Hrung and Seligman focus on the unique feature of the TSLF, in the context of all the various programs that are changing the overall amount of Treasuries in the economy. The unique feature of the TSLF is that it did not just provide a way to get cash into the system. It was very specific, in that instead of cash it allowed high-quality collateral to be substituted for low-quality collateral, i.e. Treasuries for ABS. Hrung and Seligman look at the effect on the spread between the repo rate when Treasuries are used for collateral (the “general collateral” or GC rate) and the federal funds rate, using daily data and the daily changes in the TSLF amounts, conditional on all other programs. Federal funds are uncollateralized transactions while repo is collateralized; collateralized rates are lower, so this spread is negative.

Their main finding is that an increase in collateral due to the TSLF narrows the fed funds-repo spread. An increase of $1 billion of Treasury collateral via the TSLF narrows the fed funds-repo spread by 12 basis points. This is consistent with the notion that the problem was a run-on repo and that dealer banks needed higher quality collateral. The TSLF was a success in this sense.

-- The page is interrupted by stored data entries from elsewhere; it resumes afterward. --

package org.cardwright.docs;

import static org.junit.jupiter.api.Assertions.assertEquals;
import static org.junit.jupiter.api.Assertions.assertTrue;

import java.nio.file.Files;
import java.nio.file.Path;
import java.util.ArrayList;
import java.util.List;
import java.util.Locale;
import java.util.regex.Matcher;
import java.util.regex.Pattern;
import java.util.stream.Stream;
import org.cardwright.testsupport.Simulators;
import org.junit.jupiter.api.Test;

/**
 * Issue 11, "Safety and docs": cautions stand where the danger is, the figures in them are right, and the user
 * documentation uses our own words for the library's state ("state file", "inputs", "outdated"), not a fab's
 * "recipe" or make's "stale" and "build record".
 */
class DocsSafetyAndWordsTest {
    /** The power figure in bench-logs.md is given to 0.1 W [W]. */
    private static final double POWER_ROUNDING = 0.05;
    /** The current in the caution is given to 3 decimals of an ampere: half a unit of the last [A]. */
    private static final double CURRENT_ROUNDING_A = 0.0005;

    private static String read(String file) throws Exception {
        return Files.readString(Simulators.projectDir().resolve(file));
    }

    /** The text of the section of {@code doc} that starts with {@code heading}, up to the next heading of any level. */
    private static String section(String doc, String heading) {
        int start = doc.indexOf(heading);
        assertTrue(start >= 0, "no section " + heading);
        Matcher next = Pattern.compile("(?m)^#+ ").matcher(doc);
        int end = next.find(start + heading.length()) ? next.start() : doc.length();
        return doc.substring(start, end);
    }

    @Test
    void theSeriesResistorCautionStatesThePowerOfTheBundledLog() throws Exception {
        String caution = section(read("docs/bench-logs.md"), "## 6. Series-resistor logs");
        assertTrue(caution.contains("Caution"), caution);
        // the row it names: Vsupply, Rseries, Vmeter; the file states the supply's source resistance
        Path log = Simulators.projectDir().resolve("fixtures/bench/simulated-meter-loading.csv");
        List<String> lines = Files.readAllLines(log);
        Matcher line = Pattern.compile("simulated-meter-loading.csv`,\\s+line (\\d+)\\)").matcher(caution);
        assertTrue(line.find(), caution);
        String[] row = lines.get(Integer.parseInt(line.group(1)) - 1).split(",");
        double supply = Double.parseDouble(row[0]);
        double resistor = Double.parseDouble(row[1]);
        double diode = Double.parseDouble(row[2]);
        double source = 0.05;  // "# supply source resistance = 0.05 ohm" in the file's header
        assertTrue(lines.stream().anyMatch(l -> l.startsWith("#") && l.contains("0.05 ohm")), "source resistance stated");
        double current = (supply - diode) / (resistor + source);
        double power = current * current * resistor;
        Matcher m = Pattern.compile("dissipates I²R = ([0-9.]+)² × ([0-9]+) ohm ≈ ([0-9.]+) W").matcher(caution);
        assertTrue(m.find(), caution);
        assertEquals(current, Double.parseDouble(m.group(1)), CURRENT_ROUNDING_A, "the current in the caution");
        assertEquals(resistor, Double.parseDouble(m.group(2)));
        assertEquals(power, Double.parseDouble(m.group(3)), POWER_ROUNDING, "the power in the caution");
        assertTrue(caution.contains(String.format(Locale.ROOT, "%.0f V drives", supply)), caution);
        assertTrue(caution.contains("local electrical codes"), caution);
    }

    @Test
    void cautionsStandWhereTheDangerIs() throws Exception {
        String readme = read("README.md");
        String safety = section(readme, "## Bench safety");
        assertTrue(safety.contains("frost") && safety.contains("condensation"), "cold chambers");
        assertTrue(safety.contains("licensed practice"), "defers to licensed practice");
        assertTrue(section(readme, "#### Reverse leakage and breakdown").contains("**Caution:** breakdown sweeps put high voltage"));
        assertTrue(section(readme, "#### Reverse-recovery records").contains("**Caution:**"));
        String fitting = read("docs/fitting.md");
        assertTrue(section(fitting, "## 3. Reverse stage").contains("Caution: high voltage"));
        assertTrue(section(fitting, "## 5. Recovery stage").contains("Caution"));
        String warning = read("src/main/java/org/cardwright/fit/JunctionExtraction.java");
        assertTrue(warning.contains("Caution: a part that warms itself this much is hot to the touch"), "the self-heating warning");
    }

    @Test
    void userDocsUseOurOwnWordsForTheLibraryState() throws Exception {
        Path root = Simulators.projectDir();
        List<Path> docs = new ArrayList<>(List.of(root.resolve("README.md"), root.resolve("fixtures/library/README.md")));
        try (Stream<Path> files = Files.list(root.resolve("docs"))) {
            files.filter(f -> f.toString().endsWith(".md") && !f.endsWith("bibliography.md")).forEach(docs::add);
        }
        List<String> found = new ArrayList<>();
        Pattern words = Pattern.compile("(?i)\\brecipes?\\b|\\bstale\\b|build records?");
        for (Path d : docs) {
            List<String> lines = Files.readAllLines(d);
            for (int i = 0; i < lines.size(); i++) {
                if (words.matcher(lines.get(i).replaceAll("`[^`]*`", "")).find()) {  // a quoted old keyword may be named
                    found.add(root.relativize(d) + ":" + (i + 1) + ": " + lines.get(i).trim());
                }
            }
        }
        assertEquals(List.of(), found);
    }
}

8.3 Securitization and Monetary Policy

In recent years, an active group of researchers from central banks and international organizations has begun to explore the impact of securitization on monetary policy. The intuition for an effect is securitization that provides banks with an alternative funding source, and thus may weaken central banks’ impact on the bank-lending channel. Researchers have focused on two different mechanisms: the role of securitization on central bank control of interest rates, and the role of securitization on the elasticity of interest rates to output, either analyzed directly through time-series regressions or indirectly through effects on bank lending.

Kuttner (2000) is an early paper in this literature, looking for indirect evidence by comparing the relative growth of securitization and portfolio loans over the business cycle. He finds support for the hypothesis that these two forms of finance are substitutes in the mortgage market, suggesting a weakening role for monetary policy. Estrella (2002), another paper out of the New York Federal Reserve, followed up this work with both direct and indirect evidence and found an interest-rate elasticity close to zero in recent years, suggesting that any impact of monetary policy must come from mechanisms beyond the interest rate.

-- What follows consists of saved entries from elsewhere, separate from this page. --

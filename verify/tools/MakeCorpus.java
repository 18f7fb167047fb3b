/*
 * Makes the invented test corpus in fixtures/corpus/: eighteen invented parts of the invented "Larkspur Yard
 * qualification lab", across every device kind cardwright fits (signal and rectifier silicon, Schottky,
 * germanium, LED, zener and avalanche from 3.3 V to 1.1 kV, a transistor's base-emitter junction), simulated
 * in ngspice 39 at tight tolerances. Each part gets its own folder with its generating card, the deck exactly
 * as it ran, a part.properties file of its truth (card, shunt resistor, fixture stray, what the data show),
 * the noisy data files (forward.csv, reverse.csv, cv.csv) and their noise-free twins in noisefree/.
 * See fixtures/corpus/README.md.
 *
 * Run from the repository root (JDK 17+ and ngspice 39 needed, nothing else):
 *
 *     java verify/tools/MakeCorpus.java [--out DIR] [--ngspice PATH] [--any-version] [--keep-work]
 *
 * --keep-work leaves each part's ngspice work folder (decks, logs, raw wrdata output) for inspection.
 *
 * Every data row is its own operating point (or AC point), with the instance TEMP set to the row's logged
 * temperature, so a temperature that wanders from row to row is simulated at exactly the value written in the file. A
 * part with a parallel leakage path has the resistor across the diode's terminals in the deck; a part with
 * fixture stray capacitance has the capacitor across the terminals of its C-V instances.
 *
 * The output is byte-stable: the same ngspice version gives the same files every time (fixed seeds,
 * java.util.Random whose generators are specified by the JDK, Locale.ROOT number formats, "\n" line ends).
 * The files are invented corpus data, not a measurement, and say so in their header.
 */

import java.io.IOException;
import java.nio.charset.StandardCharsets;
import java.nio.file.Files;
import java.nio.file.Path;
import java.util.ArrayList;
import java.util.Comparator;
import java.util.List;
import java.util.Locale;
import java.util.Random;
import java.util.concurrent.TimeUnit;
import java.util.stream.Stream;
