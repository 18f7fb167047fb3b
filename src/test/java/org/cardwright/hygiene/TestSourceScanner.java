package org.cardwright.hygiene;

import java.util.ArrayList;
import java.util.List;
import java.util.Set;
import java.util.regex.Matcher;
import java.util.regex.Pattern;
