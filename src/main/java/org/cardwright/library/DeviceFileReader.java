package org.cardwright.library;

import com.fasterxml.jackson.annotation.JsonProperty;
import com.fasterxml.jackson.core.JsonLocation;
import com.fasterxml.jackson.core.JsonParser;
import com.fasterxml.jackson.core.JsonProcessingException;
import com.fasterxml.jackson.core.JsonToken;
import com.fasterxml.jackson.databind.DeserializationContext;
import com.fasterxml.jackson.databind.DeserializationFeature;
import com.fasterxml.jackson.databind.JsonMappingException;
import com.fasterxml.jackson.databind.annotation.JsonDeserialize;
import com.fasterxml.jackson.databind.deser.std.StdDeserializer;
import com.fasterxml.jackson.databind.exc.MismatchedInputException;
import com.fasterxml.jackson.databind.exc.UnrecognizedPropertyException;
import com.fasterxml.jackson.dataformat.yaml.YAMLMapper;
import java.io.IOException;
import java.nio.charset.StandardCharsets;
import java.nio.file.Files;
import java.nio.file.Path;
import java.util.ArrayList;
import java.util.HashSet;
import java.util.LinkedHashMap;
import java.util.List;
import java.util.Map;
import java.util.Optional;
import java.util.OptionalDouble;
import java.util.Set;
import java.util.stream.Collectors;
import org.cardwright.card.Dialect;
import org.cardwright.card.Excerpts;
import org.cardwright.card.SpiceNumbers;
import org.cardwright.fit.DeviceKind;
import org.cardwright.fit.ParameterRule;
import org.cardwright.model.Ngspice39;
import org.cardwright.verify.Tolerance;
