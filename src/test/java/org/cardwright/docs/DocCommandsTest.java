package org.cardwright.docs;

import org.cardwright.testsupport.TestCopies;
import static org.junit.jupiter.api.Assertions.assertEquals;
import static org.junit.jupiter.api.Assertions.assertFalse;
import static org.junit.jupiter.api.Assertions.assertNotNull;
import static org.junit.jupiter.api.Assertions.assertTrue;

import com.fasterxml.jackson.databind.JsonNode;
import com.fasterxml.jackson.databind.ObjectMapper;
import java.io.File;
import java.io.IOException;
import java.io.PrintWriter;
import java.io.StringWriter;
import java.nio.charset.StandardCharsets;
import java.nio.file.FileSystems;
import java.nio.file.Files;
import java.nio.file.Path;
import java.nio.file.PathMatcher;
import java.nio.file.StandardCopyOption;
import java.util.ArrayList;
import java.util.LinkedHashMap;
import java.util.LinkedHashSet;
import java.util.List;
import java.util.Map;
import java.util.Set;
import java.util.TreeMap;
import java.util.concurrent.TimeUnit;
import java.util.regex.Matcher;
import java.util.regex.Pattern;
import java.util.stream.Stream;
import org.cardwright.cli.Main;
import org.cardwright.cli.MainAccess;
import org.cardwright.testsupport.Simulators;
import org.junit.jupiter.api.Test;
import picocli.CommandLine;
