/* Plume stage: the event's cloud, the stratospheric water and the profile. */
static void emit_plume(sl_report *r, const sl_chain *ch)
{
    if (!ch->have_plume)
        return;
    const sl_plume *pl = &ch->plume;
    const sl_injection *inj = &ch->injection;
    sl_report_heading(r, "Plume and lofted water");
    sl_report_string(r, "regime", sl_plume_regime_name(pl->regime), "regime");
    sl_report_number(r, "plume_top_m", pl->plume_top_m, "plume top (highest reach)", 1e-3, "km");
    sl_report_number(r, "neutral_altitude_m", pl->neutral_altitude_m, "neutral-buoyancy level", 1e-3, "km");
    sl_report_number(r, "cloud_bottom_m", pl->cloud_bottom_m, "cloud bottom", 1e-3, "km");
    sl_report_number(r, "cloud_top_m", pl->cloud_top_m, "cloud top", 1e-3, "km");
    sl_report_number(r, "tropopause_altitude_m", pl->tropopause_altitude_m, "tropopause", 1e-3, "km");
    sl_report_number(r, "water_lofted_kg", pl->water_lofted_kg, "water in the young clouds", 1e-9, "Tg");
    sl_report_number(r, "fallout_kg", pl->fallout_kg, "fallen out: spray and condensate", 1e-9, "Tg");
    sl_report_number(r, "frozen_out_kg", pl->frozen_out_kg, "ice sedimented out at cloud level", 1e-9, "Tg");
    sl_report_number(r, "background_water_kg", pl->background_kg, "background vapour of the cloud air", 1e-9, "Tg");
    sl_report_number(r, "water_below_bands_kg", pl->below_bands_kg, "cloud water below the lowest band", 1e-9, "Tg");
    sl_report_number(r, "injected_vapor_kg", sl_injection_total_vapor_kg(inj), "vapour injected (all bands)", 1e-9, "Tg");
    sl_report_number(r, "injected_ice_kg", sl_injection_total_ice_kg(inj), "ice remaining (all bands)", 1e-9, "Tg");
    sl_report_number(r, "stratospheric_water_kg", pl->stratospheric_water_kg, "vapour above the tropopause", 1e-9, "Tg");
    sl_report_number(r, "stratospheric_ice_kg", pl->stratospheric_ice_kg, "ice above the tropopause", 1e-9, "Tg");
    sl_report_begin_array(r, "thermals", r->json ? NULL : "\nThermals");
    for (size_t i = 0; i < pl->n_thermals; i++) {
        const sl_thermal *th = &pl->th[i];
        char label[48];
        snprintf(label, sizeof label, "thermal %zu (%s)", i + 1, source_kind_name(th->kind));
        sl_report_begin_object(r, NULL, label);
        sl_report_string(r, "regime", sl_plume_regime_name(th->regime), "regime");
        sl_report_number(r, "apex_time_s", th->apex_time_s, "time to apex", 1.0 / 60.0, "min");
        sl_report_number(r, "apex_altitude_m", th->apex_altitude_m, "apex (centre)", 1e-3, "km");
        sl_report_number(r, "apex_radius_m", th->apex_radius_m, "radius at apex", 1e-3, "km");
        sl_report_number(r, "apex_radius_to_scale_height", th->apex_radius_m / th->apex_scale_height_m,
                         "radius / scale height at apex", 1.0, "");
        sl_report_number(r, "neutral_altitude_m", th->neutral_altitude_m, "neutral-buoyancy level", 1e-3, "km");
        sl_report_number(r, "cloud_bottom_m", th->cloud_bottom_m, "cloud bottom", 1e-3, "km");
        sl_report_number(r, "cloud_top_m", th->cloud_top_m, "cloud top", 1e-3, "km");
        sl_report_number(r, "max_speed_m_s", th->max_speed_m_s, "fastest rise", 1.0, "m/s");
        sl_report_number(r, "water_kg", th->vapor_kg + th->liquid_kg + th->ice_kg, "water at apex", 1e-9, "Tg");
        sl_report_number(r, "entrained_air_kg", th->air_entrained_kg, "air entrained", 1e-9, "Tg");
        sl_report_end_object(r);
    }
    sl_report_end_array(r);
    /* JSON: every band as an object; text: one table row per band holding water. */
    if (!r->json) {
        fprintf(r->out, "\n%*sBands holding lofted water\n", 2 * r->text_indent, "");
        fprintf(r->out, "%*s  %8s %8s %14s %14s\n", 2 * r->text_indent, "", "bottom", "top", "vapour", "ice");
        fprintf(r->out, "%*s  %8s %8s %14s %14s\n", 2 * r->text_indent, "", "km", "km", "Tg", "Tg");
        for (size_t i = 0; i < inj->n_bands; i++) {
            if (inj->vapor_kg[i] == 0.0 && inj->ice_kg[i] == 0.0)
                continue;
            fprintf(r->out, "%*s  %8.1f %8.1f %14.4g %14.4g\n", 2 * r->text_indent, "",
                    inj->band_bottom_m[i] * 1e-3, inj->band_top_m[i] * 1e-3, inj->vapor_kg[i] * 1e-9,
                    inj->ice_kg[i] * 1e-9);
        }
        return;
    }
    sl_report_begin_array(r, "bands", NULL);
    for (size_t i = 0; i < inj->n_bands; i++) {
        sl_report_begin_object(r, NULL, NULL);
        sl_report_number(r, "bottom_m", inj->band_bottom_m[i], "bottom", 1e-3, "km");
        sl_report_number(r, "top_m", inj->band_top_m[i], "top", 1e-3, "km");
        sl_report_number(r, "vapor_kg", inj->vapor_kg[i], "vapour", 1e-9, "Tg");
        sl_report_number(r, "ice_kg", inj->ice_kg[i], "ice", 1e-9, "Tg");
        sl_report_end_object(r);
    }
    sl_report_end_array(r);
}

Recent papers have confirmed these results, with evidence that securitization has both strengthened the direct impact of monetary policy on interest rates while simultaneously reducing the elasticity of interest rates for output and leaving banks more dependent on capital markets for funding. Work by Altunbas, Gambacorta, and Marques (2007), Goswami, Jobst, and Long (2009), and Gambacorta and Marquez-Ibanez (2011) tells a consistent story: with securitization, banks are less reliant on deposits and buffered against interest-rate shocks, whether or not these shocks are policy-driven. With banks more reliant on securitization and capital markets, they are more subject to funding shocks in these markets, thus forcing central banks to take a broader view of “liquidity policy”. With banks more closely tied to capital markets, monetary policy is more easily translated into market interest rates, it is just that these rates are less important for bank lending then they used to be.

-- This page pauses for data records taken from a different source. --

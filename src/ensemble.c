/* ensemble: uncertain inputs, sampling, the member loop and its statistics.
 *
 * No physics lives here: an ensemble member is the ordinary chain run on
 * sampled inputs (the model callback, bound in cmd_ensemble.c).  What this
 * file does:
 *
 * - Sampling the distributions of src/dist.c (each by its inverse CDF).
 * - Monte Carlo with the MT19937 draws of gsl_rng_mt19937 (made lazily, to the
 *   bit GSL's: src/rng.c), one seed per member from the base seed
 *   and the member index through splitmix64 (Steele, Lea & Flood 2014) and the
 *   MurmurHash3 32-bit finaliser (a bijection, so seeds within a run are
 *   distinct); Sobol low-discrepancy points (gsl_qrng_sobol, Bratley & Fox
 *   1988, dimension checked against GSL's limit of 40); grids for sweeps.
 * - The member loop: blocks of members, OpenMP threads each with its own model
 *   workspace and generator, optional MPI ranks (member m on rank m % size,
 *   gathered with MPI_Gatherv to rank 0); every member writes only its own
 *   slot and all reductions run serially in member order afterwards, so the
 *   results are bit-identical for any thread or rank count.
 * - Statistics over the members that succeeded: percentiles (type-7 linear
 *   interpolation of Hyndman & Fan 1996, as gsl_stats_quantile_from_sorted_data
 *   computes it), exceedance fractions with binomial standard errors, Spearman
 *   rank correlation (gsl_stats_spearman, average ranks for ties).
 * - A progress bar on stderr (rate and time left). */
#include "steamloft/ensemble.h"
#include "steamloft/rng.h"
#include "steamloft/sort.h"
#include "steamloft/units.h"
#include "steamloft/units_table.h"

#include <gsl/gsl_cdf.h>
#include <gsl/gsl_qrng.h>
#include <gsl/gsl_sort.h>
#include <gsl/gsl_statistics_double.h>

#include <ctype.h>
#include <errno.h>
#include <inttypes.h>
#include <math.h>
#include <stdio.h>
#include <stdlib.h>
#include <string.h>
#include <time.h>
#include <unistd.h>

#ifdef _OPENMP
#include <omp.h>
#endif
#ifdef SL_HAVE_MPI
#include <mpi.h>
#endif

/* ================================================================ seeding */

uint64_t sl_ens_splitmix64(uint64_t x)
{
    uint64_t z = x + UINT64_C(0x9e3779b97f4a7c15);
    z = (z ^ (z >> 30)) * UINT64_C(0xbf58476d1ce4e5b9);
    z = (z ^ (z >> 27)) * UINT64_C(0x94d049bb133111eb);
    return z ^ (z >> 31);
}

/* MurmurHash3 fmix32: invertible (each step is a bijection on 32 bits). */
static uint32_t fmix32(uint32_t h)
{
    h ^= h >> 16;
    h *= UINT32_C(0x85ebca6b);
    h ^= h >> 13;
    h *= UINT32_C(0xc2b2ae35);
    h ^= h >> 16;
    return h;
}

unsigned long sl_ens_member_seed(uint64_t base_seed, uint64_t member)
{
    uint64_t k = sl_ens_splitmix64(base_seed);
    uint32_t key = (uint32_t)(k ^ (k >> 32));
    return (unsigned long)fmix32(key + (uint32_t)member);
}

/* ================================================================ plan */

int sl_ens_plan_add(sl_ens_plan *p, const char *key, double to_si, sl_dist *d, sl_err *e)
{
    if (strlen(key) >= SL_ENS_KEY_LEN)
        SL_FAIL_RETURN(e, SL_EUSAGE, "key '%.40s...' is too long", key);
    for (size_t i = 0; i < p->n_inputs; i++)
        if (strcmp(p->inputs[i].key, key) == 0)
            SL_FAIL_RETURN(e, SL_EUSAGE, "'%s' is given twice", key);
    sl_ens_input *ni = realloc(p->inputs, (p->n_inputs + 1) * sizeof *ni);
    if (ni == NULL)
        SL_FAIL_RETURN(e, SL_ENOMEM, "out of memory adding '%s'", key);
    p->inputs = ni;
    sl_ens_input *in = &p->inputs[p->n_inputs++];
    memset(in, 0, sizeof *in);
    snprintf(in->key, sizeof in->key, "%s", key);
    in->to_si = to_si;
    in->dist = *d;
    memset(d, 0, sizeof *d);
    return SL_OK;
}

enum { VARY_MAX_VALUES = 100000 };
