import { NextResponse, type NextRequest } from "next/server";
import { z } from "zod";
import { getActor } from "@/app/_server/access";
import { getCalibration, saveCalibration } from "@/db/queries/proofs";
import { MAX_PX_PER_INCH, MIN_PX_PER_INCH } from "@/lib/editor/view";
import { parseInput, readJson } from "@/lib/input";

export const dynamic = "force-dynamic";

const deviceKey = z.string().regex(/^[A-Za-z0-9-]{8,64}$/, "Device key must be 8 to 64 letters, digits or dashes.");
const putSchema = z.object({
  deviceKey,
  deviceLabel: z.string().trim().max(120).nullable().default(null),
  pxPerInch: z
    .number()
    .min(MIN_PX_PER_INCH, `Calibration must be at least ${MIN_PX_PER_INCH} px per inch.`)
    .max(MAX_PX_PER_INCH, `Calibration must be at most ${MAX_PX_PER_INCH} px per inch.`),
});

/** This person's screen calibration on one device. */
export async function GET(request: NextRequest) {
  const actor = await getActor();
  if (!actor) return NextResponse.json({ error: "Sign in to continue." }, { status: 401 });
  const parsed = parseInput(deviceKey, request.nextUrl.searchParams.get("device"));
  if (!parsed.success) return NextResponse.json({ error: parsed.error.issues[0]!.message }, { status: 400 });
  const row = await getCalibration({ userId: actor.id, deviceKey: parsed.data });
  return NextResponse.json({ pxPerInch: row?.pxPerInch ?? null, updatedAt: row?.updatedAt ?? null });
}

export async function PUT(request: NextRequest) {
  const actor = await getActor();
  if (!actor) return NextResponse.json({ error: "Sign in to continue." }, { status: 401 });
  const parsed = parseInput(putSchema, await readJson(request));
  if (!parsed.success) return NextResponse.json({ error: parsed.error.issues[0]?.message ?? "Invalid calibration." }, { status: 400 });
  await saveCalibration({ userId: actor.id, ...parsed.data });
  return NextResponse.json({ pxPerInch: parsed.data.pxPerInch });
}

Loutskina and Strahan (2006) break the central bank monopoly on this research with a clever natural experiment to study the role of securitization on bank lending. In the United States, GSE securitizations are limited to “conforming” mortgages, which have an upper limit above which loans are classified as “jumbo” and are ineligible for federal insurance. Since jumbo loans have less liquid secondary markets than do conforming loans, the authors exploit the cutoff between the two types to investigate the relationship between mortgage lending and bank balance sheets. They find that asset liquidity and deposit costs are correlated to jumbo lending, but not to conforming lending. That is, banks that appear illiquid or deposit-funding constrained do not reduce their mortgage lending when securitization is relatively easy, but do reduce their lending where securitization is relatively difficult.

Overall, this literature is consistent in finding that securitization has weakened banks’ reliance on traditional funding sources and sensitivity to interest-rate shocks. While this buffering by capital markets has some benefits, it has also increased sensitivity to the vagaries of securitization markets (a harsh lesson during the recent crisis) and likely reduced the efficacy of the traditional interest-rate policy of central banks. These findings have opened up an important set of policy questions about the proper evolution of central bank instruments for measurement and control, and indeed the very meaning of “monetary policy” as distinct from “capital markets policy” and “financial regulation”.

8.4 The Future of Securitization

The future of securitization is uncertain. Securitization was a very significant source of funding for mortgages and consumer finance and remains important. It was also an important source of collateral for repo and ABCP. The sheer size of the securitization market, and its decimation during the financial crisis, makes the future of this market a question to ponder. The decimation is clear from Table 2, for example, which shows that credit card ABS issuance fell from almost $100 billion in 2007 to $7 billion in 2010. And, from Table 3, non-agency residential mortgage-backed securities fell from an issuance amount of $740 billion in 2005 to $12 billion in 2010. Figure 12 shows the nose dive in issuance for the major categories of asset-backed securities. Only automobile receivables show some sign of recovery. Of course, part of the failure to recover for the other categories is the recession. But, the issues are these: Will securitization come back? On its own? What will happen if it remains a dormant market? As John Dugan, the then Comptroller of the Currency (February 2, 2010) put it: “… we are at a crossroads: the collective decisions we make in the next year in an effort to reform and revitalize the securitization market will have profound consequences for consumer and business credit in the United States and abroad…. I believe we need a vibrant, credible securitization market to help fund the real economy going forward.”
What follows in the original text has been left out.